May noted that most of Burr Ridge’s development has occurred in the past 30 years when more flood-protection measures and regulations have been put in place. Because of that, he said, the community does not have a lot of the same areas being hit with crippling flooding.

“In older communities — Hinsdale, Clarendon Hills, Lisle, Glen Ellyn — people have to be evacuated from their homes,” May said.

Syznal said the frequency of major storms is troubling and a reason for the village to take flood-proofing measures.

“We use to have 100-year floods. Then (those same rains) became 50-year floods,” Syznal said. “Now, every year we have significant flooding.”

Trustee John Manieri agreed, saying criteria for 100-year rains need to be reworked. “I feel these are happening a lot more frequently,” Manieri noted.

He said the village needs to address flooding in residential areas. While the village may not have people being taken from their homes in lifeboats, flooding still “adversely affects residents,” Manieri said.

Former village trustee Dolores Cizek, who now lives in La Grange but frequently attends board meetings, felt the project could impact the value of homes in the area.
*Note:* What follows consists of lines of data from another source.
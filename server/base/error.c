#include "ebbmark/error.h"

#include <errno.h>
#include <stdarg.h>
#include <stdio.h>
#include <string.h>

static void fill(struct base_error *error, enum base_error_kind kind, const char *field,
                 const char *format, va_list list)
{
    error->kind = kind;
    (void)vsnprintf(error->sentence, sizeof error->sentence, format, list);
    (void)snprintf(error->field, sizeof error->field, "%s", field);
}

bool base_fail(struct base_error *error, enum base_error_kind kind, const char *format, ...)
{
    if (error != NULL) {
        va_list list;
        va_start(list, format);
        fill(error, kind, "", format, list);
        va_end(list);
    }
    return false;
}

bool base_fail_field(struct base_error *error, enum base_error_kind kind, const char *field,
                     const char *format, ...)
{
    if (error != NULL) {
        va_list list;
        va_start(list, format);
        fill(error, kind, field, format, list);
        va_end(list);
    }
    return false;
}

static enum base_error_kind kind_of_errno(int errnum)
{
    switch (errnum) {
    case ENOSPC:
    case EDQUOT:
        return BASE_DISK_FULL;
    case ENOMEM:
        return BASE_MEMORY;
    case ENOENT:
        return BASE_NOT_FOUND;
    case EACCES:
    case EPERM:
    case EROFS:
        return BASE_DENIED;
    default:
        return BASE_IO;
    }
}

bool base_fail_errno(struct base_error *error, int errnum, const char *format, ...)
{
    if (error == NULL)
        return false;
    char doing[BASE_SENTENCE_SIZE / 2];
    va_list list;
    va_start(list, format);
    (void)vsnprintf(doing, sizeof doing, format, list);
    va_end(list);
    char reason[128];
    /* The GNU form of strerror_r, which may answer with a constant of its own. */
    const char *said = strerror_r(errnum, reason, sizeof reason);
    return base_fail(error, kind_of_errno(errnum), "%s: %s.", doing, said);
}

const char *base_error_kind_name(enum base_error_kind kind)
{
    static const char *const names[] = {
        [BASE_NONE] = "none",           [BASE_INVALID] = "invalid",
        [BASE_DENIED] = "denied",       [BASE_NOT_FOUND] = "not_found",
        [BASE_CONFLICT] = "conflict",   [BASE_TOO_LARGE] = "too_large",
        [BASE_DISK_FULL] = "disk_full", [BASE_BUSY] = "busy",
        [BASE_MEMORY] = "memory",       [BASE_IO] = "io",
        [BASE_CORRUPT] = "corrupt",     [BASE_CANCELLED] = "cancelled",
        [BASE_INTERNAL] = "internal"};
    return (size_t)kind < sizeof names / sizeof names[0] ? names[kind] : "unknown";
}
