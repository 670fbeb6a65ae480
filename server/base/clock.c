#include "ebbmark/clock.h"

#include <stdio.h>
#include <time.h>

int64_t base_clock_unix_ms(void)
{
    struct timespec now;
    (void)clock_gettime(CLOCK_REALTIME, &now);
    return (int64_t)now.tv_sec * 1000 + now.tv_nsec / 1000000;
}

double base_clock_monotonic_s(void)
{
    struct timespec now;
    (void)clock_gettime(CLOCK_MONOTONIC, &now);
    return (double)now.tv_sec + 1e-9 * (double)now.tv_nsec;
}

char *base_clock_rfc3339(char *buffer, int64_t unix_ms)
{
    int64_t milliseconds = unix_ms % 1000;
    if (milliseconds < 0)
        milliseconds += 1000;
    time_t seconds = (time_t)((unix_ms - milliseconds) / 1000);
    struct tm parts;
    if (gmtime_r(&seconds, &parts) == NULL || parts.tm_year + 1900 > 9999 ||
        parts.tm_year + 1900 < 0) {
        buffer[0] = '\0';
        return buffer;
    }
    size_t length = strftime(buffer, BASE_CLOCK_SIZE, "%Y-%m-%dT%H:%M:%S", &parts);
    (void)snprintf(buffer + length, BASE_CLOCK_SIZE - length, ".%03dZ", (int)milliseconds);
    return buffer;
}
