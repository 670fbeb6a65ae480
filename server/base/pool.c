#include "ebbmark/pool.h"

#include <assert.h>
#include <pthread.h>
#include <stdlib.h>

struct job {
    void (*work)(void *context);
    void *context;
};

/* One base_pool_for at work. Lives on the caller's stack; on the pool's list until all its blocks
 * are taken. */
struct loop {
    void (*block)(void *context, size_t i);
    void *context;
    size_t count, taken, finished;
    pthread_cond_t done;
    struct loop *next;
};

struct base_pool {
    pthread_mutex_t lock; /* guards everything below */
    pthread_cond_t wake;
    struct job *jobs; /* a ring of queue_limit */
    size_t queue_limit, first, waiting;
    struct loop *loops;
    bool closing;
    unsigned threads;
    pthread_t *workers;
};

static void loop_remove(struct base_pool *pool, struct loop *loop)
{
    for (struct loop **at = &pool->loops; *at != NULL; at = &(*at)->next)
        if (*at == loop) {
            *at = loop->next;
            return;
        }
}

/* Take and run one block of the loop; the lock is held on entry and on return. */
static void loop_step(struct base_pool *pool, struct loop *loop)
{
    size_t i = loop->taken++;
    if (loop->taken == loop->count)
        loop_remove(pool, loop);
    (void)pthread_mutex_unlock(&pool->lock);
    loop->block(loop->context, i);
    (void)pthread_mutex_lock(&pool->lock);
    if (++loop->finished == loop->count)
        (void)pthread_cond_signal(&loop->done);
}

static void *worker(void *argument)
{
    struct base_pool *pool = argument;
    (void)pthread_mutex_lock(&pool->lock);
    for (;;) {
        if (pool->loops != NULL) {
            loop_step(pool, pool->loops);
        } else if (pool->waiting > 0) {
            struct job job = pool->jobs[pool->first];
            pool->first = (pool->first + 1) % pool->queue_limit;
            pool->waiting--;
            (void)pthread_mutex_unlock(&pool->lock);
            job.work(job.context);
            (void)pthread_mutex_lock(&pool->lock);
        } else if (pool->closing) {
            break;
        } else {
            (void)pthread_cond_wait(&pool->wake, &pool->lock);
        }
    }
    (void)pthread_mutex_unlock(&pool->lock);
    return NULL;
}

bool base_pool_open(struct base_pool **out, unsigned threads, size_t queue_limit,
                    struct base_error *error)
{
    assert(threads >= 1 && threads <= 256 && queue_limit >= 1);
    *out = NULL;
    struct base_pool *pool = calloc(1, sizeof *pool);
    if (pool == NULL)
        return base_fail(error, BASE_MEMORY, "There is no memory for the worker threads.");
    pool->queue_limit = queue_limit;
    pool->jobs = calloc(queue_limit, sizeof *pool->jobs);
    pool->workers = calloc(threads, sizeof *pool->workers);
    (void)pthread_mutex_init(&pool->lock, NULL);
    (void)pthread_cond_init(&pool->wake, NULL);
    bool ok = pool->jobs != NULL && pool->workers != NULL;
    if (!ok)
        (void)base_fail(error, BASE_MEMORY, "There is no memory for the worker threads.");
    while (ok && pool->threads < threads) {
        int failed = pthread_create(&pool->workers[pool->threads], NULL, worker, pool);
        if (failed != 0)
            ok = base_fail_errno(error, failed, "Starting a worker thread");
        else
            pool->threads++;
    }
    if (!ok) {
        base_pool_close(pool);
        return false;
    }
    *out = pool;
    return true;
}

void base_pool_close(struct base_pool *pool)
{
    if (pool == NULL)
        return;
    (void)pthread_mutex_lock(&pool->lock);
    pool->closing = true;
    (void)pthread_cond_broadcast(&pool->wake);
    (void)pthread_mutex_unlock(&pool->lock);
    for (unsigned i = 0; i < pool->threads; i++)
        (void)pthread_join(pool->workers[i], NULL);
    (void)pthread_cond_destroy(&pool->wake);
    (void)pthread_mutex_destroy(&pool->lock);
    free(pool->workers);
    free(pool->jobs);
    free(pool);
}

bool base_pool_submit(struct base_pool *pool, void (*work)(void *context), void *context,
                      struct base_error *error)
{
    (void)pthread_mutex_lock(&pool->lock);
    bool room = pool->waiting < pool->queue_limit && !pool->closing;
    if (room) {
        pool->jobs[(pool->first + pool->waiting) % pool->queue_limit] = (struct job){work, context};
        pool->waiting++;
        (void)pthread_cond_signal(&pool->wake);
    }
    (void)pthread_mutex_unlock(&pool->lock);
    return room || base_fail(error, BASE_BUSY, "Too much is waiting to be done (limit %zu).",
                             pool->queue_limit);
}

void base_pool_for(struct base_pool *pool, size_t count, void (*block)(void *context, size_t i),
                   void *context)
{
    if (pool == NULL || count <= 1) {
        for (size_t i = 0; i < count; i++)
            block(context, i);
        return;
    }
    struct loop loop = {.block = block, .context = context, .count = count};
    (void)pthread_cond_init(&loop.done, NULL);
    (void)pthread_mutex_lock(&pool->lock);
    loop.next = pool->loops;
    /* It is off the list again before this function returns. */
    /* cppcheck-suppress autoVariables */
    pool->loops = &loop;
    (void)pthread_cond_broadcast(&pool->wake);
    while (loop.taken < loop.count)
        loop_step(pool, &loop);
    while (loop.finished < loop.count)
        (void)pthread_cond_wait(&loop.done, &pool->lock);
    (void)pthread_mutex_unlock(&pool->lock);
    (void)pthread_cond_destroy(&loop.done);
}
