/**
 * A server from memory for the browser tests: the files of web/, and as much of /api/v1 as the
 * pages
 * use, over an invented light curve from a seed. Tests may make it fail at will, which the real
 * server
 * cannot be made to: `mock.fault` is asked before each request.
 */
import { createServer } from 'node:http';
import { readFile } from 'node:fs/promises';
import { randomUUID } from 'node:crypto';
import { extname, join, normalize } from 'node:path';
import { fileURLToPath } from 'node:url';

const WEB = fileURLToPath(new URL('../../web/', import.meta.url));
const KINDS = {
    '.html': 'text/html; charset=utf-8',
    '.js': 'text/javascript; charset=utf-8',
    '.css': 'text/css; charset=utf-8',
    '.svg': 'image/svg+xml',
    '.json': 'application/json',
};
const STANDING = {
    'Content-Security-Policy':
        "default-src 'self'; object-src 'none'; base-uri 'none'; form-action 'self'; frame-ancestors 'none'",
    'X-Content-Type-Options': 'nosniff',
};
const REFERENCE = 'BJD_TDB - 2460000';
const CAUTION =
    'A candidate is not a confirmed planet: false positives such as eclipsing binaries and instrument artefacts remain, and confirmation needs independent follow-up.';

/** Random numbers from a seed (a linear congruential generator). @param {number} seed */
export function randomFrom(seed) {
    let state = seed >>> 0;
    return () => {
        state = (Math.imul(state, 1664525) + 1013904223) >>> 0;
        return state / 4294967296;
    };
}

/**
 * An invented star: slow changes, noise, a gap, some dips.
 * @param {number} seed @param {number} starts @param {number} days @param {number} cadence days
 */
export function invent(seed, starts, days, cadence) {
    const random = randomFrom(seed);
    const normal = () =>
        Math.sqrt(-2 * Math.log(random() + 1e-12)) * Math.cos(2 * Math.PI * random());
    const waves = [0, 1, 2].map(() => ({
        size: 0.002 * random(),
        turn: 0.6 + 3 * random(),
        phase: 6.28 * random(),
    }));
    const dips = Array.from({ length: 1 + Math.floor(2 * random()) }, () => ({
        middle: starts + days * (0.08 + 0.84 * random()),
        half: 0.06 + 0.1 * random(),
        depth: 0.004 + 0.006 * random(),
    }));
    const noise = 0.0008;
    const gap = starts + days * (0.35 + 0.3 * random());
    /** @type {number[][]} */
    const [times, flux, trend] = [[], [], []];
    for (let time = starts; time < starts + days; time += cadence) {
        const level =
            1 +
            waves.reduce(
                (sum, { size, turn, phase }) => sum + size * Math.sin(time * turn + phase),
                0
            );
        const off = dips.reduce((sum, { middle, half, depth }) => {
            const far = Math.abs(time - middle);
            return sum + depth * Math.min(1, Math.max(0, (half - far) / (0.25 * half)));
        }, 0);
        const noisy = normal() * noise;
        if (Math.abs(time - gap) < 0.4) continue;
        times.push(time);
        flux.push(level * (1 - off) + noisy);
        trend.push(level);
    }
    return { starts, ends: times[times.length - 1], times, flux, trend, noise, dips };
}

/** @param {ReturnType<typeof invent>} curve @param {boolean} flat */
export function pack(curve, flat) {
    const count = curve.times.length;
    const reference = Math.floor(curve.starts);
    const body = Buffer.alloc(32 + 8 * count);
    body.write('EBF1', 0, 'latin1');
    body.writeUInt32LE(count, 4);
    body.writeDoubleLE(reference, 8);
    body.writeDoubleLE(15000, 16);
    body.writeFloatLE(curve.noise, 24);
    for (let at = 0; at < count; at++) {
        const value = flat ? curve.flux[at] / curve.trend[at] : curve.flux[at];
        body.writeFloatLE(curve.times[at] - reference, 32 + 4 * at);
        body.writeFloatLE(value - 1, 32 + 4 * (count + at));
    }
    return body;
}

class Refusal extends Error {
    /**
     * @param {number} status
     * @param {string} kind
     * @param {string} detail
     * @param {Record<string, string>} [headers]
     */
    constructor(status, kind, detail, headers = {}) {
        super(detail);
        this.status = status;
        this.kind = kind;
        this.headers = headers;
    }
}

/**
 * @typedef {object} Fault
 * @property {number} [status] answer with this instead @property {string} [kind]
 * @property {string} [detail] @property {Record<string, string>} [headers]
 * @property {boolean} [cut] break the connection off
 * @property {boolean} [lose] do the work, then break off before the answer
 */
“Who is going to want to live across the street from an Alzheimer’s facility?” she asked Village Board members when the proposal was being discussed.

Bob Grela, a member of the village’s Plan Commission and Zoning Board of Appeals, said the proposed one-story care center will fit in much better with the existing neighborhood than the planned hotels would have.

“We think it will complement and integrate well with the neighborhood,” Grela said.